▶ _EXERCISE OBJECTIVE_:
For each line below that contains the word "Where", return that line.

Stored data
--------

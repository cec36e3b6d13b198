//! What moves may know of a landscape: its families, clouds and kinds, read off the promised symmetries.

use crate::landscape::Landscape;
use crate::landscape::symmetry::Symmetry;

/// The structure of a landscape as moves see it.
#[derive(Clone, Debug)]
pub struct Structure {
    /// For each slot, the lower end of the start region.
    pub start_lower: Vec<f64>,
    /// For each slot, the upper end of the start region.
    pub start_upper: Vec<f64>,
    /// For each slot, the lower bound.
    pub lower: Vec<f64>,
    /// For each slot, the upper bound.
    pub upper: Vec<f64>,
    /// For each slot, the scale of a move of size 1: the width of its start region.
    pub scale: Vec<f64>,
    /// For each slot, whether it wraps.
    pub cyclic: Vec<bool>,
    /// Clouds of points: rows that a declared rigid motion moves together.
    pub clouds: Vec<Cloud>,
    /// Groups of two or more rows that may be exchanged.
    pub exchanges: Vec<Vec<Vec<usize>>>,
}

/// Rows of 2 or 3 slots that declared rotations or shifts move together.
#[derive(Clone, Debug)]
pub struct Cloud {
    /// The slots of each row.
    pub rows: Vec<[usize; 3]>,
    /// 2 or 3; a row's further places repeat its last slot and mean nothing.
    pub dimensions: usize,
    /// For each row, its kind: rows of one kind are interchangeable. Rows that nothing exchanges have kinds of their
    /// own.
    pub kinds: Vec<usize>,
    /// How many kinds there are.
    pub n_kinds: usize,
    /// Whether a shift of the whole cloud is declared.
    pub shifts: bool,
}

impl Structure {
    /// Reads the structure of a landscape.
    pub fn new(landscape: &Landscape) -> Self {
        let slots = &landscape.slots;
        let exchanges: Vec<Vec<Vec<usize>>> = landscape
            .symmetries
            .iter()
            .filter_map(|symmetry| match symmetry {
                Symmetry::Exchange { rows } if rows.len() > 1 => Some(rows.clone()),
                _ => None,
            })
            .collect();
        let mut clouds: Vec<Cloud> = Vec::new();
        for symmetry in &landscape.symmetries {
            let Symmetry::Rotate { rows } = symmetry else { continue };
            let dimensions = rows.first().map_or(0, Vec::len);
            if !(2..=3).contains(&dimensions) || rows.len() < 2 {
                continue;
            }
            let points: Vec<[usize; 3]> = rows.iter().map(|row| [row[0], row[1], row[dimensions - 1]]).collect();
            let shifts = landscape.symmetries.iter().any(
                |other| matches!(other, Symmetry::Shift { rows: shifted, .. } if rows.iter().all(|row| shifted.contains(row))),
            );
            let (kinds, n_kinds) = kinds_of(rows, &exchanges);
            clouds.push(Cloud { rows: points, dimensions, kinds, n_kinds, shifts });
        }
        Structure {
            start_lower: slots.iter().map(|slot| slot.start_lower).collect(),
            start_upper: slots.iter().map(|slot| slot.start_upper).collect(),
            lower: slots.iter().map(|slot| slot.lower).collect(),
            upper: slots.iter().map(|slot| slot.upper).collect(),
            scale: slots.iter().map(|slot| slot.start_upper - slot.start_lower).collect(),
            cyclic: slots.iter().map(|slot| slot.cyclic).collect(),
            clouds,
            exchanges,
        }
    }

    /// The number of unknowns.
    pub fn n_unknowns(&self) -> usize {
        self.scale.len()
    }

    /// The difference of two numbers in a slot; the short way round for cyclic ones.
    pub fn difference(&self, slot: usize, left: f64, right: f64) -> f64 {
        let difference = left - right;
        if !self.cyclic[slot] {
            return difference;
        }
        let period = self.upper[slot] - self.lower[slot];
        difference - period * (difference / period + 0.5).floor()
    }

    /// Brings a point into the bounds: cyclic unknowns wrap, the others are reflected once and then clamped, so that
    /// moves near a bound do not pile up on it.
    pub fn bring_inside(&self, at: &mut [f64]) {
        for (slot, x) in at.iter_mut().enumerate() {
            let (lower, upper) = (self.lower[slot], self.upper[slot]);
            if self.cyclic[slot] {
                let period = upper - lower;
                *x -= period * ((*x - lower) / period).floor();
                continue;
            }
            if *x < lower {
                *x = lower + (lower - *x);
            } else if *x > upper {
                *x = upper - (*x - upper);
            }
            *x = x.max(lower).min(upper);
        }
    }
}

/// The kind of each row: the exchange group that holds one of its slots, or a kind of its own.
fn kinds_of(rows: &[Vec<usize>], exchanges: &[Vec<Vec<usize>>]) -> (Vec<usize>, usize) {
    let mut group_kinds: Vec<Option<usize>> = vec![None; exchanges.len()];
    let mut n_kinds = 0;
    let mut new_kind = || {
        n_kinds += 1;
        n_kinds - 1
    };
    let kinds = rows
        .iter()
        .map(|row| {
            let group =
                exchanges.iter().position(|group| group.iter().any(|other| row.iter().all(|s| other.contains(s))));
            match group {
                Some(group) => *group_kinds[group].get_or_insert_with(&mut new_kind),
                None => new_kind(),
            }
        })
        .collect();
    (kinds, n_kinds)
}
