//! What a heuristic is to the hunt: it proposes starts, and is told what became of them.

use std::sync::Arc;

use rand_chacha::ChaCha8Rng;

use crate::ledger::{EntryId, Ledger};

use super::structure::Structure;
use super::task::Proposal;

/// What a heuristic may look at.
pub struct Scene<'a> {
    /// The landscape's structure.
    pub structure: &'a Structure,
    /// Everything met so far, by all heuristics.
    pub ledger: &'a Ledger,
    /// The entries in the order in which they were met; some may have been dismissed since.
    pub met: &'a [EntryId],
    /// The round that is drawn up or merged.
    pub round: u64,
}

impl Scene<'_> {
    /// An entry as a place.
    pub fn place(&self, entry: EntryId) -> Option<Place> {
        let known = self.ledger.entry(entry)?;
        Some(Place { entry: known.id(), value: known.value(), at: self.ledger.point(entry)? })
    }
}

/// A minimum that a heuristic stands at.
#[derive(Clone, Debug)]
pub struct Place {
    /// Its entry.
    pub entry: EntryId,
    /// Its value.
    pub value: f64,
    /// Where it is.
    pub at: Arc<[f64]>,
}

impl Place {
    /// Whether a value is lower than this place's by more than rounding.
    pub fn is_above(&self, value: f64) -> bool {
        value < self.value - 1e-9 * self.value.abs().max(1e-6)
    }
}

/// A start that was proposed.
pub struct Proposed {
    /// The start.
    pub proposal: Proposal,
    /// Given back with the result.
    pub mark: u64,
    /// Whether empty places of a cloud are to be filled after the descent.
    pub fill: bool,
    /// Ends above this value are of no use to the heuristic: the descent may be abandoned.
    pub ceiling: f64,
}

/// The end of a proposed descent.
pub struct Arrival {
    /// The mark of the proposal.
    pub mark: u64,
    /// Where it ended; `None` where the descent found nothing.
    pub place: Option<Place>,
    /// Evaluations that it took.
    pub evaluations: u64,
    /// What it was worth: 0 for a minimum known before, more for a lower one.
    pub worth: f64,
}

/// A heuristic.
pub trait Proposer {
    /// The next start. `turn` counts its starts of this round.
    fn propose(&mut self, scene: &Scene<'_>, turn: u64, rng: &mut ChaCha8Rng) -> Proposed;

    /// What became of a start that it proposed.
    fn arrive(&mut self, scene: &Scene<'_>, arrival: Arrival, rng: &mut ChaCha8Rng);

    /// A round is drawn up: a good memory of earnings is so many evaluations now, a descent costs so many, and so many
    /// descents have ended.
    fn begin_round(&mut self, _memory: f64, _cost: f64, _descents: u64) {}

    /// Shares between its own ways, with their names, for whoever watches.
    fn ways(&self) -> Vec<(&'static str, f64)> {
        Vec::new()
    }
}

--------

▶ _COMPLETED EXERCISE_:
    /// Where it is.
    /// Where it ended; `None` where the descent found nothing.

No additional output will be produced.